Supplied data -

_ _ _

// SPDX-License-Identifier: MIT
#include "cli/report/fixing_words.hpp"

#include "cli/report/say.hpp"

#include <algorithm>
#include <cmath>
#include <fmt/format.h>

namespace dialwright::cli {
namespace {

using layout::Align;

std::string degrees_text(double degrees, int decimals) {
    return fixed(degrees, decimals) + "°";
}

/// "+2.61", "-0.40".
std::string signed_text(double minutes) {
    const std::string text = fixed(minutes, 2);
    return text.starts_with('-') ? text : "+" + text;
}

/// A wedge or a shift over a length, for an angle.
std::string over(double length_mm, Angle angle, bool inches) {
    return say_length(length_mm * tan(abs(angle)), inches);
}

/// One motion of the plate: the hour at which it tells most, and what to do there.
struct Motion {
    double FixingAnswer::*rate;
    std::string forward, backward; ///< "clockwise as seen from above", and the other way
    double arm_mm;                 ///< how far from the axis the plate's edge is
    std::string where;             ///< "at the plate's edge, 180.0 mm from its middle"
};

std::string motion_text(const Motion& motion, const std::vector<FixingAnswer>& answers, const Zone& zone, bool inches) {
    const auto rate_of = [&](const FixingAnswer& answer) { return answer.*motion.rate; };
    const FixingAnswer& most =
        *std::max_element(answers.begin(), answers.end(), [&](const FixingAnswer& a, const FixingAnswer& b) {
            return std::abs(rate_of(a)) < std::abs(rate_of(b));
        });
    const double rate = rate_of(most);
    constexpr double k_no_answer = 0.05; // minutes a degree
    if (std::abs(rate) < k_no_answer)
        return fmt::format("Moved {}, it reads the same all day: only level and plumb line can tell.", motion.forward);
    const Angle a_minute = Angle::degrees(1 / std::abs(rate));
    const bool both_signs = std::any_of(answers.begin(), answers.end(), [&](const FixingAnswer& answer) {
        return rate_of(answer) * rate < 0 && std::abs(rate_of(answer)) > k_no_answer;
    });
    const std::string& when_slow = rate > 0 ? motion.forward : motion.backward;
    return fmt::format("Where it is slow at {}, move it {}: {} ({} {}) is a minute. Where it is fast, the other way.{}",
                       say_clock(zone, most.at).substr(0, 5), when_slow, degrees_text(a_minute.in_degrees(), 2),
                       over(motion.arm_mm, a_minute, inches), motion.where,
                       both_signs ? " At other hours it may be the other way about: the table's sign tells." : "");
}

} // namespace

PlateWords plate_words(const Design& design) {
    if (design.dial.kind == DialKind::level)
        return {"east",           "north",           "turned clockwise", "north edge down",
                "east edge down", "north edge down", "east edge down"};
    return {"right",
            "up",
            "turned clockwise (from above)",
            "top back",
            "rolled clockwise",
            "top back",
            "rolled clockwise in its own plane"};
}

std::string reading_words(double hours) {
    const long tenths = ((std::lround(hours * 600) % 14400) + 14400) % 14400;
    return fmt::format("{}:{:02}.{}", tenths / 600, tenths / 10 % 60, tenths % 10);
}

std::vector<layout::Flow::Column> noon_columns() {
    return {{"date", Align::right},
            {"local noon by the clock", Align::left},
            {"Sun's height", Align::right},
            {"the dial then reads", Align::right},
            {"equation of time", Align::left}};
}

TableRow noon_row(const Fixing& fixing, const FixingDate& date) {
    const SunEvent* noon = date.day.first(SunEvent::Kind::noon);
    if (noon == nullptr)
        return {say_date(date.day.date), "none on this date", "", "", ""};
    const Instant at[] = {noon->at};
    const ShadowReport then = shadow_reports(*fixing.commission, at, std::nullopt).front();
    return {say_date(date.day.date), say_clock(fixing.zone, noon->at) + ' ' + fixing.zone.at(noon->at).abbreviation,
            degrees_text(noon->altitude.in_degrees(), 2), then.reads_h ? reading_words(*then.reads_h) : "unlit",
            say_equation(date.day.equation_of_time)};
}

std::vector<layout::Flow::Column> pair_columns() {
    return {{"before noon", Align::left},
            {"after noon", Align::left},
            {"Sun's height", Align::right},
            {"shadow of a 100 mm peg", Align::right},
            {"the middle lies off the meridian by", Align::right}};
}

std::vector<TableRow> pair_rows(const Fixing& fixing, const FixingDate& date) {
    std::vector<TableRow> rows;
    for (const EqualAltitudes& pair : date.pairs) {
        const double off = pair.middle_off.in_degrees();
        rows.push_back({say_clock(fixing.zone, pair.before), say_clock(fixing.zone, pair.after),
                        degrees_text(pair.altitude.in_degrees(), 2), fixed(100 / tan(pair.altitude), 1) + " mm",
                        std::abs(off) < 0.005 ? "nothing"
                                              : fmt::format("{} {}", degrees_text(std::abs(off), 2),
                                                            off > 0 ? "clockwise" : "anticlockwise")});
    }
    return rows;
}

std::vector<layout::Flow::Column> answer_columns(const Fixing& fixing) {
    const PlateWords words = plate_words(fixing.commission->design);
    return {{"clock", Align::left},
            {"reads", Align::right},
            {words.turn, Align::right},
            {words.tip, Align::right},
            {words.roll, Align::right}};
}

std::vector<TableRow> answer_rows(const Fixing& fixing, std::size_t face) {
    std::vector<TableRow> rows;
    for (const FixingAnswer& answer : fixing.answers[face])
        rows.push_back({say_clock(fixing.zone, answer.at).substr(0, 5), reading_words(answer.reads_h),
                        signed_text(answer.turn_min), signed_text(answer.tip_min), signed_text(answer.roll_min)});
    return rows;
}

std::string north_words() {
    return "At local noon the shadow of a plumb line lies along true north and south: mark two points of it. Or stand "
           "a peg "
           "plumb on a level board and mark its shadow's tip at a time before noon in the table of equal shadows; draw "
           "the "
           "circle round the peg through the mark, and mark where the tip comes to the circle again, near the time "
           "after noon. "
           "The middle between the two shadows is the meridian, but for the angle in the last column, as seen from "
           "above. "
           "Two pairs that agree are proof.";
}

std::vector<std::string> level_words(const Fixing& fixing, std::size_t face) {
    const Commission& commission = *fixing.commission;
    const Design& design = commission.design;
    const bool inches = design.units == Units::inches;
    const Attitude& attitude = commission.plans[face].dial.attitude;
    const double width = design.plate.width_mm, height = design.plate.height_mm;
    const Angle a_millimetre = arc_tangent(1, width);
    const std::string fine = fmt::format("1 mm over the plate's width of {} is {}.", say_length(width, inches),
                                         degrees_text(a_millimetre.in_degrees(), 2));
    std::vector<std::string> list;
    if (design.dial.kind == DialKind::level) {
        list.push_back(
            "Lay a spirit level on the plate along north and south, and again along east and west; turn it end "
            "for end to prove it. " +
            fine);
    } else {
        list.push_back("The plate's level edge first: a spirit level along its foot, turned end for end. " + fine);
        const Angle lean = attitude.normal_altitude;
        const Angle slope = Angle::degrees(90) - abs(lean);
        if (abs(lean) < Angle::degrees(0.02))
            list.push_back(
                "It stands upright: a plumb line hung before it keeps the same distance from top to bottom.");
        else
            list.push_back(fmt::format(
                "It leans {} by {}: over its height of {} a plumb line's distance changes by {}. Against the level its "
                "slope is {}.",
                lean > Angle{} ? "back" : "forward", degrees_minutes(abs(lean)), say_length(height, inches),
                say_length(height * sin(abs(lean)), inches), degrees_minutes(slope)));
        list.push_back(fmt::format("It looks to azimuth {} ({}).",
                                   degrees_text(attitude.normal_azimuth.in_degrees(), 2),
                                   say_bearing(attitude.normal_azimuth)));
    }
    const Style& style = commission.faces[face].delineation.style;
    if (!has_style(design.gnomon.kind))
        list.push_back(fmt::format("The nodus stands {} above the plate, square over its foot.",
                                   say_length(commission.faces[face].placement.nodus_height_mm, inches)));
    else if (style.height < Angle::degrees(89.9))
        list.push_back(
            fmt::format("The style stands {} above the plate over the substyle: prove it with the gauge. A gap of "
                        "1 mm at 120 mm along the gauge's edge is 0.48°.",
                        degrees_minutes(style.height)));
    else
        list.emplace_back("The style stands square on the plate: prove it with a square from two sides.");
    return list;
}

std::vector<std::string> move_words(const Fixing& fixing, std::size_t face) {
    const std::vector<FixingAnswer>& answers = fixing.answers[face];
    if (answers.empty())
        return {};
    const Design& design = fixing.commission->design;
    const bool inches = design.units == Units::inches, level = design.dial.kind == DialKind::level;
    const double width = design.plate.width_mm, height = design.plate.height_mm;
    const std::string at_edge = fmt::format("at {} from its middle", say_length(width / 2, inches));
    const std::vector<Motion> motions{
        {&FixingAnswer::turn_min, "clockwise as seen from above", "anticlockwise as seen from above", width / 2,
         at_edge},
        {&FixingAnswer::tip_min, level ? "with its north edge down" : "with its top back, away from you",
         level ? "with its north edge up" : "with its top forward, towards you", height,
         fmt::format("over its {} of {}", level ? "depth" : "height", say_length(height, inches))},
        {&FixingAnswer::roll_min, level ? "with its east edge down" : "clockwise in its own plane as you face it",
         level ? "with its east edge up" : "anticlockwise in its own plane as you face it", level ? width : width / 2,
         level ? fmt::format("over its width of {}", say_length(width, inches)) : at_edge}};
    std::vector<std::string> list{
        "Level or plumb it by the tool first, and turn it by the Sun last. Fast: it reads more than "
        "the table says; slow: less."};
    for (const Motion& motion : motions)
        list.push_back(motion_text(motion, answers, fixing.zone, inches));
    return list;
}

} // namespace dialwright::cli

_ _ _

About this exercise - Starting at the line above that contains "const bool inches = design.units == Units::inches;", write out each line exactly until the line that contains "if (abs(lean) < Angle::degrees(0.02))" has been written, and stop there.

Finished task -
    const bool inches = design.units == Units::inches;
    const Attitude& attitude = commission.plans[face].dial.attitude;
    const double width = design.plate.width_mm, height = design.plate.height_mm;
    const Angle a_millimetre = arc_tangent(1, width);
    const std::string fine = fmt::format("1 mm over the plate's width of {} is {}.", say_length(width, inches),
                                         degrees_text(a_millimetre.in_degrees(), 2));
    std::vector<std::string> list;
    if (design.dial.kind == DialKind::level) {
        list.push_back(
            "Lay a spirit level on the plate along north and south, and again along east and west; turn it end "
            "for end to prove it. " +
            fine);
    } else {
        list.push_back("The plate's level edge first: a spirit level along its foot, turned end for end. " + fine);
        const Angle lean = attitude.normal_altitude;
        const Angle slope = Angle::degrees(90) - abs(lean);
        if (abs(lean) < Angle::degrees(0.02))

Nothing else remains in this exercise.